O Presidente dos Estados Unidos, Donald Trump, reafirmou hoje a sua autonomia em matéria de política externa, defendendo que tem o "direito" de manter uma posição divergente da do Papa Leão XIV relativamente ao conflito no Irão. A declaração surge num momento de crescente tensão entre Washington e o Vaticano, após críticas mútuas sobre o rumo da guerra no Médio Oriente.

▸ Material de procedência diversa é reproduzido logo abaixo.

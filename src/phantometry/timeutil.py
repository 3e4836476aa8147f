"""Time in phantometry: timezone-aware everywhere. One parser of an aware time and one lookup of
a time zone by name, used by the fill record, the loaders, the ledger and the command line.
"""

from __future__ import annotations

from datetime import date, datetime, tzinfo
from typing import Any

from .errors import InputError, PhantometryError

#: The example every message about a time shows.
EXAMPLE_TIME = "2026-11-03T10:30:00+01:00"


def parse_aware_time(value: Any, what: str, error: type[Exception] = InputError) -> datetime:
    """An ISO 8601 date-time with a time-zone offset, from a string or a datetime.

    Parameters
    ----------
    value : str (ISO 8601) or datetime (a YAML timestamp, a value already parsed).
    what : how messages name the value (``--acquired-at``, ``background.measured_at``); empty
        where the caller names it (a pydantic validator's field).
    error : the exception raised (a :class:`PhantometryError` subclass, or ``ValueError`` inside a
        pydantic validator, which names the field itself).

    Raises
    ------
    error
        Not ISO 8601, a date without a time, or a time without an offset (naive times are never
        taken as UTC: the message says how to write the offset).
    """
    lead = f"{what} " if what else ""
    if isinstance(value, str):
        try:
            value = datetime.fromisoformat(value.strip())
        except ValueError:
            raise error(f"{lead}{value!r} is not an ISO 8601 date-time; write e.g. {EXAMPLE_TIME}") from None
    if not isinstance(value, datetime):
        if isinstance(value, date):
            raise error(f"{lead}{value} is a date without a time; write e.g. {value}T10:30:00+01:00")
        raise error(f"{what + ': ' if what else ''}expected a date-time such as {EXAMPLE_TIME}, got {value!r}")
    if value.tzinfo is None or value.utcoffset() is None:
        raise error(f"{lead}{value.isoformat()} has no time-zone offset; write it as {value.isoformat()}+01:00 (your offset)")
    return value


def zone_from_name(name: str, what: str = "--timezone") -> tzinfo:
    """The IANA zone ``name`` (``Europe/Berlin``); ``UTC`` too.

    Raises
    ------
    InputError
        ``what: 'X' is not a time zone ...`` naming examples.
    """
    from zoneinfo import ZoneInfo, ZoneInfoNotFoundError

    text = str(name).strip()
    try:
        if not text or text.startswith(("/", ".")) or ".." in text:
            raise ValueError
        return ZoneInfo(text)
    except (ZoneInfoNotFoundError, ValueError, OSError):
        raise InputError(
            f"{what}: {text!r} is not a time zone of the IANA database; give a name such as Europe/Berlin, "
            "America/New_York or UTC"
        ) from None


__all__ = ["EXAMPLE_TIME", "parse_aware_time", "zone_from_name", "PhantometryError"]
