"""User-defined phantoms (template analysis kind ``inserts``): insert by insert.

For each insert a VOI of the insert's shape, scaled by ``insert_voi_fraction`` (default 0.8 of
the inner diameter and length, keeping the VOI clear of the partial-volume edge), gives the
mean concentration; hot inserts (more active than the background) also get ``rc_mean`` and
``rc_max`` against their true concentration, cold inserts a ``spillover_ratio`` against the
reference VOI mean. The reference VOI (a cylinder along the axis in a uniform part) gives the
background mean, its uniformity (%STD) and the activity recovery against the fill record.
The definitions follow the recovery coefficient and spill-over ratio of the standards
(NEMA NU 2 / NU 4) applied to the user's geometry.
"""

from __future__ import annotations

from dataclasses import dataclass, field

import numpy as np

from .errors import InputError, PhantomNotFound
from .fill import FillRecord
from .locate import Placement, locate_generic
from .metrics.nu4 import uniformity
from .results import Measurement
from .rois import cylinder_weights, sphere_weights
from .templates import Template
from .volume import Volume


@dataclass
class InsertsAnalysis:
    volume: Volume
    template: Template
    fill: FillRecord
    placement: Placement
    rows: list[Measurement]
    true_background_bq_ml: float
    true_insert_bq_ml: dict[str, float] = field(default_factory=dict)
    warnings: list[str] = field(default_factory=list)

    def table(self) -> tuple[list[str], list[list[str]]]:
        vals = {(r.roi, r.metric): r.value for r in self.rows}
        out = [["reference", "mean Bq/mL", f"{vals[('reference', 'mean_bq_ml')]:.1f}"]]
        for ins in self.template.inserts:
            for metric in ("rc_mean", "rc_max", "spillover_ratio"):
                if (ins.name, metric) in vals:
                    out.append([ins.name, metric, f"{vals[(ins.name, metric)]:.3f}"])
        return ["ROI", "metric", "value"], out


def _values(volume: Volume, roi, what: str, where: str) -> np.ndarray:
    if roi.clipped:
        raise PhantomNotFound(f"{where}: the {what} reaches beyond the image; is the phantom in the field of view?")
    vals = volume.data[roi.box][roi.weights >= 0.5]
    if vals.size < 2:
        raise PhantomNotFound(f"{where}: the {what} holds fewer than two voxels; the voxels are too coarse")
    return vals.astype(np.float64)


def insert_concentrations(template: Template, fill: FillRecord, at) -> dict[str, float]:
    """True concentration (Bq/mL at ``at``) of every insert's fill."""
    bg = fill.background_bq_ml(at)
    out = {}
    for ins in template.inserts:
        if ins.fill == "fill_record":
            out[ins.name] = fill.insert_bq_ml(ins.name, at)
        elif ins.fill == "background":
            out[ins.name] = bg
        else:
            out[ins.name] = 0.0
    return out


def measure_inserts(
    volume: Volume,
    template: Template,
    fill: FillRecord,
    *,
    overrides: dict[str, np.ndarray] | None = None,
    where: str | None = None,
) -> InsertsAnalysis:
    """Locate a user-defined phantom and measure every insert."""
    where = where or volume.source or "image"
    if volume.acquired_at is None:
        raise InputError(f"{where}: the image has no acquisition time; give it (NIfTI: --acquired-at)")
    at = volume.acquired_at
    a = template.analysis
    true_bg = fill.background_bq_ml(at)
    conc = insert_concentrations(template, fill, at)
    pl = locate_generic(volume, template, concentrations=conc, overrides=overrides, where=where)
    common = dict(series_uid=volume.series_uid, acquired_at=at.isoformat(), template=template.name)
    rows: list[Measurement] = []

    def add(roi: str, metric: str, value: float, unit: str, note: str | None = None) -> None:
        rows.append(Measurement(roi=roi, metric=metric, value=float(value), unit=unit, note=note, **common))  # type: ignore[arg-type]

    ref = a.reference_voi
    ref_roi = cylinder_weights(volume, pl.to_world([*template.body.centre_xy_mm, ref.centre_z_mm]), pl.axis_world, ref.diameter_mm, ref.length_mm)
    uni = uniformity(_values(volume, ref_roi, "reference VOI", where))
    add("reference", "mean_bq_ml", uni["mean_bq_ml"], "Bq/mL")
    add("reference", "uniformity_std_pct", uni["uniformity_std_pct"], "%")
    add("reference", "activity_recovery", uni["mean_bq_ml"] / true_bg, "1")
    warnings = list(pl.warnings)
    f = a.insert_voi_fraction
    for ins in template.inserts:
        if ins.fill == "solid":
            continue
        c = pl.insert_centre(ins.name)
        if ins.shape == "sphere":
            roi = sphere_weights(volume, c, f * ins.diameter_mm)
        else:
            roi = cylinder_weights(volume, c, pl.direction_to_world(ins.axis_unit), f * ins.diameter_mm, f * float(ins.length_mm))
        vals = _values(volume, roi, f"{ins.name} VOI", where)
        mean = float(np.average(volume.data[roi.box], weights=roi.weights))
        add(ins.name, "mean_bq_ml", mean, "Bq/mL")
        if conc[ins.name] > true_bg * 1.05:
            add(ins.name, "rc_mean", mean / conc[ins.name], "1")
            add(ins.name, "rc_max", float(vals.max()) / conc[ins.name], "1")
        elif conc[ins.name] < true_bg * 0.95:
            add(ins.name, "spillover_ratio", mean / uni["mean_bq_ml"], "1")
        for ax_name, val in zip("xyz", c):
            add(ins.name, f"centre_{ax_name}_mm", val, "mm")
    if abs(uni["mean_bq_ml"] / true_bg - 1) > 0.10:
        warnings.append(
            f"WARNING: measured reference mean {uni['mean_bq_ml']:.0f} Bq/mL is {100 * (uni['mean_bq_ml'] / true_bg - 1):+.0f} % from "
            f"the fill record's {true_bg:.0f} Bq/mL; check the fill record, units and calibration"
        )
    return InsertsAnalysis(volume, template, fill, pl, rows, true_bg, conc, warnings)
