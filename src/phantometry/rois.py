"""Sub-voxel regions of interest in world millimetres.

Every ROI here is defined by its geometry in world mm (the frame of ``Volume.affine``) and is
turned into *partial-volume weights* on the voxel grid: each voxel gets the fraction of its
own cell (the parallelepiped spanned by the affine's columns around the voxel centre) that
lies inside the ROI, 0..1. Weights are only ever computed on a small array-order sub-box
around the ROI, never as a full-volume mask, so that hundreds of ROIs on a large volume cost
milliseconds.

How the fractions are computed
------------------------------
1. Classification by a centre-based distance test. Every point of a voxel cell lies within the
   cell's circumradius ``rho`` (half its longest diagonal, from the affine) of the voxel
   centre. A voxel whose centre is deeper than ``rho`` inside the shape is wholly inside
   (weight 1), deeper than ``rho`` outside is wholly outside (weight 0). Only the remaining
   boundary shell is supersampled.
2. Boundary voxels, spheres and cylinders ("semi-analytic supersampling"): the cell is crossed
   by ``supersample**2`` lines parallel to one of its own edges, placed on the voxel's own
   sub-grid through the affine (so oblique and anisotropic grids are exact). The length of
   each line inside the shape is solved in closed form (a quadratic for the curved surface,
   a linear inequality for flat end caps), so the fraction is exact along the line and
   midpoint-sampled only across it. This is the midpoint rule in two dimensions applied to
   the exact chord length, which is markedly more accurate than ``supersample**3`` points.
3. Boundary voxels, generic shapes (:func:`fractional_occupancy`): ``supersample**3`` points
   on the voxel's sub-grid, the fraction is the share of points for which ``inside_fn`` is
   true.

2-D ROIs (discs on a plane, NEMA NU 2 background and insert ROIs) are drawn on a
:class:`PlaneImage` resampled from the volume by :func:`sample_plane`. The same
classification is used on pixels, and boundary pixels get the *exact* area of the
disc-square intersection (closed form, no sampling).

Errors
------
ROI parameters that cannot be meaningful (non-positive diameter) raise
:class:`~phantometry.errors.TemplateError`; ROIs lying outside the image or touching pixels
without data raise :class:`~phantometry.errors.PhantomNotFound`; unusable plane directions
raise :class:`~phantometry.errors.GeometryError`.
"""

from __future__ import annotations

import math
from dataclasses import dataclass
from typing import Callable

import numpy as np
from scipy import ndimage

from .errors import GeometryError, PhantomNotFound, TemplateError
from .fftconv import fft_convolve
from .volume import Volume

__all__ = [
    "PERCIST_PEAK_DIAMETER_MM",
    "RoiWeights",
    "PlaneImage",
    "fractional_occupancy",
    "sphere_weights",
    "cylinder_weights",
    "sample_plane",
    "disc_weights",
    "disc_mean",
    "disc_means",
    "disc_stats",
    "peak_search",
    "isocontour_mean",
    "isocontour_voi",
    "slice_as_acquired",
    "max_in_sphere",
    "weighted_stats",
]

#: Diameter (mm) of a sphere of 1 mL (1000 mm^3): the SUVpeak sphere of PERCIST
#: (Wahl et al., J Nucl Med 2009;50 Suppl 1:122S-150S).
PERCIST_PEAK_DIAMETER_MM = 12.41

# Largest number of (voxel, line) or (voxel, point) pairs evaluated in one numpy batch.
_BATCH = 400_000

Em declarações aos jornalistas, Trump sublinhou que, embora mantenha o respeito pela figura do pontífice, a sua prioridade absoluta é a segurança nacional e os interesses estratégicos dos EUA. "Temos posições diferentes e eu tenho o direito a manter a minha", afirmou o Presidente, vincando que as decisões militares da sua administração não estão subordinadas à visão da Santa Sé.

O braço-de-ferro entre o líder norte-americano e o chefe da Igreja Católica intensificou-se nas últimas semanas. O Papa Leão XIV tem sido uma das vozes mais críticas da intervenção militar, apelando repetidamente a uma cessação imediata das hostilidades por razões humanitárias. Por outro lado, a Casa Branca mantém uma postura de "pressão máxima" sobre Teerão, considerando-a essencial para a estabilidade da região a longo prazo.

Este choque de visões entre a maior potência militar do mundo e a maior autoridade moral da Igreja Católica está a ser acompanhado com preocupação pela comunidade internacional. Analistas sublinham que este distanciamento pode dificultar os esforços de mediação de paz que têm sido tentados por diversos países neutros.

A troca de declarações marca um novo capítulo de isolacionismo diplomático da administração Trump, que continua a privilegiar a soberania das decisões de Washington face aos apelos de líderes mundiais e religiosos.